- _ASSIGNMENT_: Copy out the data that follows exactly, leaving out no line.

[Saved entries]
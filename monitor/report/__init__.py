"""Reading the history: terminal views, figures and the self-contained HTML report.

This is a face of regwarden: it reads the history store through
:class:`storage.history.HistoryStore`'s queries and presents what the nightly
runs stored.  It computes no statistics and runs no SQL of its own.

- :mod:`monitor.report._views`: terminal views (:class:`View`) and their CSV/JSON forms;
- :mod:`monitor.report._plots`: Matplotlib figures of trends and of one night's errors;
- :mod:`monitor.report._evidence`: the arrays a night's checks stored in their ``detail``;
- :mod:`monitor.report._changes`: "what changed, and since when";
- :mod:`monitor.report._html`: the one-file HTML report.
"""

from ._changes import Changes, what_changed
from ._evidence import NightEvidence, night_evidence
from ._html import CAUTIONS, render_report, write_report
from ._views import (
    View,
    alerts_view,
    check_outcomes,
    coefficient_paths,
    metric_trend,
    nights,
    notes,
    verdict_timeline,
    view_to_csv,
    view_to_json,
)

__all__ = [
    "CAUTIONS",
    "Changes",
    "NightEvidence",
    "View",
    "alerts_view",
    "check_outcomes",
    "coefficient_paths",
    "metric_trend",
    "night_evidence",
    "nights",
    "notes",
    "render_report",
    "verdict_timeline",
    "view_to_csv",
    "view_to_json",
    "what_changed",
    "write_report",
]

- _SOLUTION BELOW_:
filename monitor/report/__init__.py
"""Reading the history: terminal views, figures and the self-contained HTML report.

This is a face of regwarden: it reads the history store through
:class:`storage.history.HistoryStore`'s queries and presents what the nightly
runs stored.  It computes no statistics and runs no SQL of its own.

- :mod:`monitor.report._views`: terminal views (:class:`View`) and their CSV/JSON forms;
- :mod:`monitor.report._plots`: Matplotlib figures of trends and of one night's errors;
- :mod:`monitor.report._evidence`: the arrays a night's checks stored in their ``detail``;
- :mod:`monitor.report._changes`: "what changed, and since when";
- :mod:`monitor.report._html`: the one-file HTML report.
"""

from ._changes import Changes, what_changed
from ._evidence import NightEvidence, night_evidence
from ._html import CAUTIONS, render_report, write_report
from ._views import (
    View,
    alerts_view,
    check_outcomes,
    coefficient_paths,
    metric_trend,
    nights,
    notes,
    verdict_timeline,
    view_to_csv,
    view_to_json,
)

__all__ = [
    "CAUTIONS",
    "Changes",
    "NightEvidence",
    "View",
    "alerts_view",
    "check_outcomes",
    "coefficient_paths",
    "metric_trend",
    "night_evidence",
    "nights",
    "notes",
    "render_report",
    "verdict_timeline",
    "view_to_csv",
    "view_to_json",
    "what_changed",
    "write_report",
]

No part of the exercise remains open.